Mas o plano de Annapolis não levava em consideração a instabilidade do governo israelense e as profundas divisões internas do movimento palestino. Em junho do ano passado, o governo do primeiro-ministro Ehud Olmert, enfraquecido por uma onda de escândalos, ficou sem condições de negociar com os palestinos concessões que os partidos radicais de oposição consideravam inaceitáveis. Preferiu congelar as conversações de paz a ser derrubado por um voto de desconfiança do Knesset.
A Autoridade Palestina, por sua vez, foi enfraquecida pela disputa interna que culminou com o Hamas expulsando o Fatah da Faixa de Gaza, o que obrigou Mahmoud Abbas a transferir a sede do governo palestino para a Cisjordânia. Ao contrário do Fatah, que negocia diretamente com Israel, o Hamas jamais aceitou as premissas básicas do plano de Annapolis - o reconhecimento do Estado de Israel e a renúncia ao uso da violência.

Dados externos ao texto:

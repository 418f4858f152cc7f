import type { EntityMetadata, MetadataStorage } from '@mikro-orm/core';
import { FIELD_NAMES } from '@harkmoor/sync-model/records/field-names';
import { WRITABLE_TYPES, type WritableType } from '@harkmoor/sync-model/records/record-types';
import type { RecordColumn, RecordTable } from '../sync/record-table.js';
import { RECORD_ROWS } from './record-rows.js';

/** Which column holds which field, read from the entities: the one place that says it. */
export function recordTables(metadata: MetadataStorage): RecordTable[] {
  return WRITABLE_TYPES.map((type) => recordTable(type, metadata.get(RECORD_ROWS[type].name)));
}

function recordTable(type: WritableType, { tableName, properties }: EntityMetadata): RecordTable {
  const columns = FIELD_NAMES[type].map((field): RecordColumn => {
    const property = (properties as Record<string, (typeof properties)[keyof typeof properties] | undefined>)[
      field
    ];
    const [column] = property?.fieldNames ?? [];
    const [columnType] = property?.columnTypes ?? [];
    if (!property || !column || !columnType) throw new Error(`${tableName} has no column for ${field}`);
    return { field, column, sqlType: withoutLength(columnType), nullable: property.nullable === true };
  });
  return { type, table: tableName, columns };
}

function withoutLength(columnType: string): string {
  return columnType.replace(/\(\d+\)$/, '');
}
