/** The time as the server knows it; injected, so that a test can let time pass. */
export abstract class Clock {
  /** Milliseconds UTC since 1970. */
  abstract nowMs(): number;
}

export class SystemClock extends Clock {
  override nowMs(): number {
    return Date.now();
  }
}
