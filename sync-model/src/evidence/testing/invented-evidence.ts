import type { EvidenceInput, EvidenceReception, ReceptionFields } from '../evidence-input.js';
import { formatStamp } from '../../stamp/stamp.js';

/** An invented club with as little in it as a test can do with; nothing here is a real place, station or product. */

export const DEVICE = 'pebble01';
/** Thursday 12 November 2026, 19:00 UTC. */
export const EVENING = Date.UTC(2026, 10, 12, 19);
export const MINUTE_MS = 60_000;
export const HOUR_MS = 60 * MINUTE_MS;
export const DAY_MS = 24 * HOUR_MS;

/** Receivers: `bench` uncalibrated, `lab` calibrated, `mute` without a meter. Antennas: `wire`, `whip`. */
export const SETUPS = {
  'bench-wire': { receiverId: 'bench', antennaId: 'wire', attenuationDb: 0, preampDb: 0 },
  'bench-whip': { receiverId: 'bench', antennaId: 'whip', attenuationDb: 0, preampDb: 0 },
  'lab-wire': { receiverId: 'lab', antennaId: 'wire', attenuationDb: 0, preampDb: 0 },
} as const;

const scale = (kind: 's' | 'dbm' | 'none', calibrated: boolean) => ({
  meterScale: { kind, s9Dbm: -73, dbPerS: 6, calibrated },
});

/**
 * Targets: `tern` on 6 070 kHz from 18:00 to 21:00 UTC, silent on 20 November; `plover` always on 6 070 kHz;
 * `dunlin` always on 5 000 kHz.
 */
export function anInput(
  receptions: readonly EvidenceReception[],
  more: Partial<EvidenceInput> = {},
): EvidenceInput {
  const silence = { from: Date.UTC(2026, 10, 20), to: Date.UTC(2026, 10, 21) };
  const evenings = [{ from: '18:00', to: '21:00', days: [1, 2, 3, 4, 5, 6, 7] }];
  return {
    region: 1,
    receptions,
    sites: new Map([
      ['dune', { place: { locator: 'JO46ac' } }],
      ['heath', { place: { locator: 'JO46' } }],
      ['island', { place: { latDeg: 57.2, lonDeg: 8.1 } }],
    ]),
    setups: new Map(Object.entries(SETUPS)),
    receivers: new Map([
      ['bench', scale('s', false)],
      ['lab', scale('dbm', true)],
      ['mute', scale('none', false)],
    ]),
    targets: new Map([
      ['tern', { schedule: evenings, silences: [silence] }],
      ['plover', { schedule: 'always' as const, silences: [] }],
      ['dunlin', { schedule: 'always' as const, silences: [] }],
    ]),
    clockChecks: [],
    dialChecks: [],
    outings: [],
    ...more,
  };
}

/** A try of `plover`, heard with O 4 at the dune on Thursday evening; `more` says what is different. */
export function aReception(
  id: string,
  more: Partial<ReceptionFields> = {},
  { ownerId = 'asta', deviceId = DEVICE }: { ownerId?: string | null; deviceId?: string } = {},
): EvidenceReception {
  const fields: ReceptionFields = {
    deleted: false,
    siteId: 'dune',
    setupId: 'bench-wire',
    targetId: 'plover',
    targetHz: 6_070_000,
    outcome: 'heard',
    basis: 'round',
    identity: 'sure',
    deviceAt: EVENING,
    durationS: null,
    tuning: { dialHz: 6_070_000, mode: 'AM' },
    attenuationDb: null,
    sinpo: null,
    meter: null,
    carried: null,
    ...more,
  };
  if (more.sinpo === undefined && fields.outcome === 'heard') fields.sinpo = scored(4);
  return {
    id,
    ownerId,
    fields,
    deviceAtStamp: formatStamp({ wallMs: fields.deviceAt, counter: 0, deviceId }),
  };
}

export function scored(o: 1 | 2 | 3 | 4 | 5 | 'X'): NonNullable<ReceptionFields['sinpo']> {
  return { s: 4, i: 4, n: 4, p: 4, o };
}
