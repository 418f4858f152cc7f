import { Controller, Get } from '@nestjs/common';
import { ApiBearerAuth, ApiTags } from '@nestjs/swagger';
import { ClubAccess } from '../clubs/club-access.js';
import { SignedIn, type SignedInAs } from '../platform/access/signed-in.js';
import { granted } from '../platform/errors/refusal.js';
import { Answers } from '../platform/openapi/openapi-schema.js';
import { Taken, TakesParams } from '../platform/openapi/takes.js';
import type { HistoryRow } from '../sync/history.row.js';
import { RecordHistory } from '../sync/record-history.js';
import {
  recordHistorySchema,
  recordPathSchema,
  type RecordHistoryAnswer,
  type RecordPath,
} from './record-history-schema.js';

/** What the fields of a record held before, for any member of its club. */
@ApiTags('logbook')
@ApiBearerAuth()
@Controller('clubs/:clubId/records/:type/:id/history')
export class RecordHistoryController {
  constructor(
    private readonly access: ClubAccess,
    private readonly history: RecordHistory,
  ) {}

  @Get()
  @TakesParams(recordPathSchema)
  @Answers(200, 'Replaced values, newest first', recordHistorySchema)
  async historyOf(
    @SignedIn() { accountId }: SignedInAs,
    @Taken.params() { clubId, type, id }: RecordPath,
  ): Promise<RecordHistoryAnswer> {
    granted(await this.access.roleAtLeast(accountId, clubId, 'member'));
    const rows = await this.history.of(clubId, type, id);
    return { rows: rows.map(answerRow) };
  }
}

function answerRow(row: HistoryRow): RecordHistoryAnswer['rows'][number] {
  const { id, field, byId, clash, at } = row;
  return {
    id,
    field,
    replaced: { value: row.replacedValue, stamp: row.replacedStamp },
    kept: { value: row.keptValue, stamp: row.keptStamp },
    byId,
    clash,
    at,
  };
}
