import type { EntityClass } from '@mikro-orm/core';
import type { WritableType } from '@harkmoor/sync-model/records/record-types';
import { AntennaRow } from './rows/antenna.row.js';
import { AttachmentRow } from './rows/attachment.row.js';
import { ClockCheckRow } from './rows/clock-check.row.js';
import { DialCheckRow } from './rows/dial-check.row.js';
import { NoiseReadingRow } from './rows/noise-reading.row.js';
import { OutingRow } from './rows/outing.row.js';
import { ReceiverRow } from './rows/receiver.row.js';
import { ReceptionRow } from './rows/reception.row.js';
import type { RecordRow } from './rows/record.row.js';
import { SetupRow } from './rows/setup.row.js';
import { SiteFixRow } from './rows/site-fix.row.js';
import { SiteRow } from './rows/site.row.js';
import { SwapTestRow } from './rows/swap-test.row.js';
import { TargetListRow } from './rows/target-list.row.js';
import { TargetRow } from './rows/target.row.js';

/** The entity, and so the table, of each record type that a phone may write. */
export const RECORD_ROWS: Readonly<Record<WritableType, EntityClass<RecordRow>>> = {
  site: SiteRow,
  'site-fix': SiteFixRow,
  receiver: ReceiverRow,
  antenna: AntennaRow,
  setup: SetupRow,
  'target-list': TargetListRow,
  target: TargetRow,
  outing: OutingRow,
  'swap-test': SwapTestRow,
  reception: ReceptionRow,
  'clock-check': ClockCheckRow,
  'dial-check': DialCheckRow,
  'noise-reading': NoiseReadingRow,
  attachment: AttachmentRow,
};

export const LOGBOOK_ENTITIES = Object.values(RECORD_ROWS);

Com as conversações em ponto morto, Israel e Egito fecharam as fronteiras da Faixa de Gaza e o Hamas ficou isolado. Em novembro do ano passado, o governo egípcio tentou promover a união dos movimentos palestinos. Mas, no último momento, o Hamas se recusou a ir ao Cairo, o que aumentou o isolamento do movimento terrorista entre os próprios países árabes, que apoiavam a iniciativa egípcia.
Com o fechamento das fronteiras, as condições de vida de cerca de 1,5 milhão de palestinos que vivem na Faixa de Gaza se deterioraram ainda mais, e isso se refletiu no apoio popular ao Hamas. Uma pesquisa feita em novembro passado mostrou que apenas 16% dos palestinos apoiavam o Hamas, enquanto cerca de 40% apoiavam o Fatah. O problema é que o apoio popular ao governo da Autoridade Palestina também é pequeno. Apenas 20% da população da Cisjordânia apoia a administração de Mahmoud Abbas, considerada frágil tanto por não ter conseguido manter a união do movimento palestino como por não ter avançado nas negociações com os israelenses.
A ofensiva aérea de Israel contra a Faixa de Gaza, provocada pelo recrudescimento dos ataques com foguetes às cidades do país, está provocando uma consequência indesejada pelo governo israelense. Aumenta não só a adesão interna ao Hamas, como amplia a solidariedade dos países árabes ao movimento terrorista.
O governo israelense está mais preocupado com esse efeito do que com o repúdio da comunidade internacional ao que considera uma resposta desproporcional aos atentados terroristas. Reluta, assim, em desencadear uma operação terrestre contra a Faixa de Gaza, necessária para a destruição dos arsenais do Hamas. O Gabinete teme que suas tropas acabem "atoladas" nos acampamentos de refugiados, envolvidas em uma guerra pouco convencional que a campanha contra o Hezbollah mostrou não ser o forte do Exército israelense - o que acabaria numa matança indiscriminada de civis. Esse seria um preço político alto demais a pagar por uma improvável derrota militar do Hamas.
É por isso que, nos últimos dias, a retórica do governo israelense mudou. O ministro da Defesa, Ehud Barak, por exemplo, não descarta qualquer tipo de ação, mas observa que Israel nada tem contra a população palestina. Seu objetivo declarado é anular a capacidade ofensiva do Hamas. Indo das palavras à ação, abriu as fronteiras para a passagem de ajuda humanitária e os ataques aéreos estão sendo precedidos de avisos à população local para que abandone as imediações dos alvos visados.